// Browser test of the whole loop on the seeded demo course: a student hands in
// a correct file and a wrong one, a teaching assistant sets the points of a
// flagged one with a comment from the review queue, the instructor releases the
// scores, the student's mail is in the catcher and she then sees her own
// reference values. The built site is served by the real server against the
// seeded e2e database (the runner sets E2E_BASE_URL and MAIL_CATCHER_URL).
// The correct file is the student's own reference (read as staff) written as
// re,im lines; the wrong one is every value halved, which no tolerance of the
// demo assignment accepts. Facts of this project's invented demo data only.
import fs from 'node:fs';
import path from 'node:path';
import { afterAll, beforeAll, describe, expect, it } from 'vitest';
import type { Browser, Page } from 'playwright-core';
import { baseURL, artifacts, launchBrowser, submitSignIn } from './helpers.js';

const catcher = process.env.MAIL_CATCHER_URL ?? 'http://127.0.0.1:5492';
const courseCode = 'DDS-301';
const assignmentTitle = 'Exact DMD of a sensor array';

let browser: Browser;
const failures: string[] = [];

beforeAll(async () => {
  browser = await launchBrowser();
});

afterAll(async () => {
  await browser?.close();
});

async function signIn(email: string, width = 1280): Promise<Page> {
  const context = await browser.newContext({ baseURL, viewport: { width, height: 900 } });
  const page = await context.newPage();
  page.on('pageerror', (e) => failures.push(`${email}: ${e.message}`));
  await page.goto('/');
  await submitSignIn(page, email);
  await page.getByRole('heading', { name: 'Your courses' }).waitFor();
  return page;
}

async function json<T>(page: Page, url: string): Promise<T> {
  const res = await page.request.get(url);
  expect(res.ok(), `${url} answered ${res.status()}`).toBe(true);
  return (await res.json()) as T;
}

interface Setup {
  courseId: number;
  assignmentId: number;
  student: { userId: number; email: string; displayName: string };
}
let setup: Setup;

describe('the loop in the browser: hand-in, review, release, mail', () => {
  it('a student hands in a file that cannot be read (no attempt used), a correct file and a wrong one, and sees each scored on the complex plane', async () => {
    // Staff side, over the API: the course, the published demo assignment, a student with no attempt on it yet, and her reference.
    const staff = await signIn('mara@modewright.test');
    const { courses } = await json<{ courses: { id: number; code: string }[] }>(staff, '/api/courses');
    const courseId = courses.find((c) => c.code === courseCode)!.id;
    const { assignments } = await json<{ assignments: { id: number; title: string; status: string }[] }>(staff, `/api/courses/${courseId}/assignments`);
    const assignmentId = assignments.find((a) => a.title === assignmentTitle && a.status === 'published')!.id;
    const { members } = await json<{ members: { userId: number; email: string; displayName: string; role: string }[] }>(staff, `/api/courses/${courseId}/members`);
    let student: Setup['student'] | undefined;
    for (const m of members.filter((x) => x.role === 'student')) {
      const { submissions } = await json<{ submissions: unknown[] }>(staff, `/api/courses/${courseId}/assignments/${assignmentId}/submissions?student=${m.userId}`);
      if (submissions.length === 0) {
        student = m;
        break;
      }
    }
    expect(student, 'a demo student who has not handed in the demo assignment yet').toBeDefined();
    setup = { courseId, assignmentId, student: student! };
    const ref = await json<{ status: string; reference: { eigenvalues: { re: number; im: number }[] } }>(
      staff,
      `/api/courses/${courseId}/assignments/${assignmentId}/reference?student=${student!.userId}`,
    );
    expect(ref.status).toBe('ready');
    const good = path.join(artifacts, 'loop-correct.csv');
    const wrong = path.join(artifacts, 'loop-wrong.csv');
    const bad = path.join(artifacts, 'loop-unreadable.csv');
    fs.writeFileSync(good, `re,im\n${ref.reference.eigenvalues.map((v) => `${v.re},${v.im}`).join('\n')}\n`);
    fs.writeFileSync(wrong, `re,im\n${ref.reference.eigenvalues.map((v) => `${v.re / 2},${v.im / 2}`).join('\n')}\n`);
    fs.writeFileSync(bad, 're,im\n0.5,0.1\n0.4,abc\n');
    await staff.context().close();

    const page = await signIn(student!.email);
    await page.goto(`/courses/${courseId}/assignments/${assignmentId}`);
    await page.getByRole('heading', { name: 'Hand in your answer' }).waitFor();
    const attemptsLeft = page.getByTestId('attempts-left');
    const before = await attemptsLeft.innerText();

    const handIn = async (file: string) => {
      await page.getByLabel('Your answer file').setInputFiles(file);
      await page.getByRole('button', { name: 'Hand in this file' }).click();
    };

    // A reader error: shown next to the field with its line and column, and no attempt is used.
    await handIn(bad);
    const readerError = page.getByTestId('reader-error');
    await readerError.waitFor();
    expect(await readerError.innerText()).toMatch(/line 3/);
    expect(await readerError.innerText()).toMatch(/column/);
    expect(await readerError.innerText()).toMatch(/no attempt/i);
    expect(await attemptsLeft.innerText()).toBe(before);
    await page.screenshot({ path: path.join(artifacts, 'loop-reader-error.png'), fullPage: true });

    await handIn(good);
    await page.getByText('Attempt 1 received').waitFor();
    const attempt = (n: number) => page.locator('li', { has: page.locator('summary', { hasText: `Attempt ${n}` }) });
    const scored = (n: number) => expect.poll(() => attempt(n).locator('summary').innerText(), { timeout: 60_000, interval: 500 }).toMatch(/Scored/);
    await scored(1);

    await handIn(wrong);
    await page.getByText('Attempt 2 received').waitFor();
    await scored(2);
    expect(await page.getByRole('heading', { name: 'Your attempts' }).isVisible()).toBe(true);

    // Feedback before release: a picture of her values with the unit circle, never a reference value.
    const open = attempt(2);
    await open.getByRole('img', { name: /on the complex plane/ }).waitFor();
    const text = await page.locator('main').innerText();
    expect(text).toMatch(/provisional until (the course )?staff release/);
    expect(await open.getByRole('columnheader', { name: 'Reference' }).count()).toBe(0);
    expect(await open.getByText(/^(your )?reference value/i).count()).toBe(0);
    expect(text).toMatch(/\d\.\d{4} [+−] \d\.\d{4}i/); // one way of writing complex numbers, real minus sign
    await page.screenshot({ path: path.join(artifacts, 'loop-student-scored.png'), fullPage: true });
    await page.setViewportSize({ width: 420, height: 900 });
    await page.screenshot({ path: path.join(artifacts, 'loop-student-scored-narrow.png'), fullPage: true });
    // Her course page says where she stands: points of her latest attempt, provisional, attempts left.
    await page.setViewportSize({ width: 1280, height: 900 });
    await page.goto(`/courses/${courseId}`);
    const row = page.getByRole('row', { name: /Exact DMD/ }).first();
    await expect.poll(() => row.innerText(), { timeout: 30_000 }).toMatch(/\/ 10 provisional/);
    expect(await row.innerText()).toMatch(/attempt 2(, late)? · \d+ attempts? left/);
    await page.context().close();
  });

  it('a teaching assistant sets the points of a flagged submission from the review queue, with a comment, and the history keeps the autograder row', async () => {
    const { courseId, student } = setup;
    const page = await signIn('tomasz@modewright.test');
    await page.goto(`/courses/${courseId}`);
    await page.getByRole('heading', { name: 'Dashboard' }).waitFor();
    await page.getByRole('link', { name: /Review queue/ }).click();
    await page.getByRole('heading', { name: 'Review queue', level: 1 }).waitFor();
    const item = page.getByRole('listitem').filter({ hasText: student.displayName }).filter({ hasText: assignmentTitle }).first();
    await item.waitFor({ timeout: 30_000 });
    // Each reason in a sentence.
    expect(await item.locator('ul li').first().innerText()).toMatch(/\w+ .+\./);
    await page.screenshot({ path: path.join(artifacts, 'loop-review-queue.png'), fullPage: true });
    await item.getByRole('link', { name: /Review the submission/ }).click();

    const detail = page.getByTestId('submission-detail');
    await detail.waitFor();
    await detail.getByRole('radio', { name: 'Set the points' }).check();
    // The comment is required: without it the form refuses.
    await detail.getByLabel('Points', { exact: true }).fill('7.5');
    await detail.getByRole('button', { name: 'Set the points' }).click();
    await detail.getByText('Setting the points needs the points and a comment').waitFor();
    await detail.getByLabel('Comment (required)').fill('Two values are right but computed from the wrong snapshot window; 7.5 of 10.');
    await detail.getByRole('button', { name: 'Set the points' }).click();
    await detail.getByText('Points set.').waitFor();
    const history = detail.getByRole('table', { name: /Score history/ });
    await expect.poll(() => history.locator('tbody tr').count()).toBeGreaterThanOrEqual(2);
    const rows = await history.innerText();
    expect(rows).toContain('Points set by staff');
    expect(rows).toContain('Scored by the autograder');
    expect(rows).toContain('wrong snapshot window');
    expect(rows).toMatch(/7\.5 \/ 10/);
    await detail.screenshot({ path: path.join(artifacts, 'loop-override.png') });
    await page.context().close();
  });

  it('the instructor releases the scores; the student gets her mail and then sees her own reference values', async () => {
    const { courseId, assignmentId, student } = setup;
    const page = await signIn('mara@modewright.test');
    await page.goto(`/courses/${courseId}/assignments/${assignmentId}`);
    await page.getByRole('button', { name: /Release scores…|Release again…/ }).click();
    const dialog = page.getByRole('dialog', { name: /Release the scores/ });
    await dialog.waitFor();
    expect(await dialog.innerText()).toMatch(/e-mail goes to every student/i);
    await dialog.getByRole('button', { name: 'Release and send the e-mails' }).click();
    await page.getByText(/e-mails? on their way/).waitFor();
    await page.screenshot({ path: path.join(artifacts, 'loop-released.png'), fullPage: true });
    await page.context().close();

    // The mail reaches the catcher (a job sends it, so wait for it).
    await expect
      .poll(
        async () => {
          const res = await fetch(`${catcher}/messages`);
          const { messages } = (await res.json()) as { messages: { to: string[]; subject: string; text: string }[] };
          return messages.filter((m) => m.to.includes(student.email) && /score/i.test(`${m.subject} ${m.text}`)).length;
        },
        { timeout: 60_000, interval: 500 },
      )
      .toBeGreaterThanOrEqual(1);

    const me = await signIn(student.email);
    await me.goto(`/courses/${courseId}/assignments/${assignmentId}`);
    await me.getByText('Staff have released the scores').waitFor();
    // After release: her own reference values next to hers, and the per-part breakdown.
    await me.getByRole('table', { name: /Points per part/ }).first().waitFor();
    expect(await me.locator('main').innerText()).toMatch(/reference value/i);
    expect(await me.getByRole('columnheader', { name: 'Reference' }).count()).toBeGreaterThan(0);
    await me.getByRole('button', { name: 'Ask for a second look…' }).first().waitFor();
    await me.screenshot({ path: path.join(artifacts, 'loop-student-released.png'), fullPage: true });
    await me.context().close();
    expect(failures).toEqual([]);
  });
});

_YOUR TASK_
Take every line from the records that holds "demo" and copy it down.

_FINISHED EXERCISE_
// Browser test of the whole loop on the seeded demo course: a student hands in
// demo assignment accepts. Facts of this project's invented demo data only.
    // Staff side, over the API: the course, the published demo assignment, a student with no attempt on it yet, and her reference.
    expect(student, 'a demo student who has not handed in the demo assignment yet').toBeDefined();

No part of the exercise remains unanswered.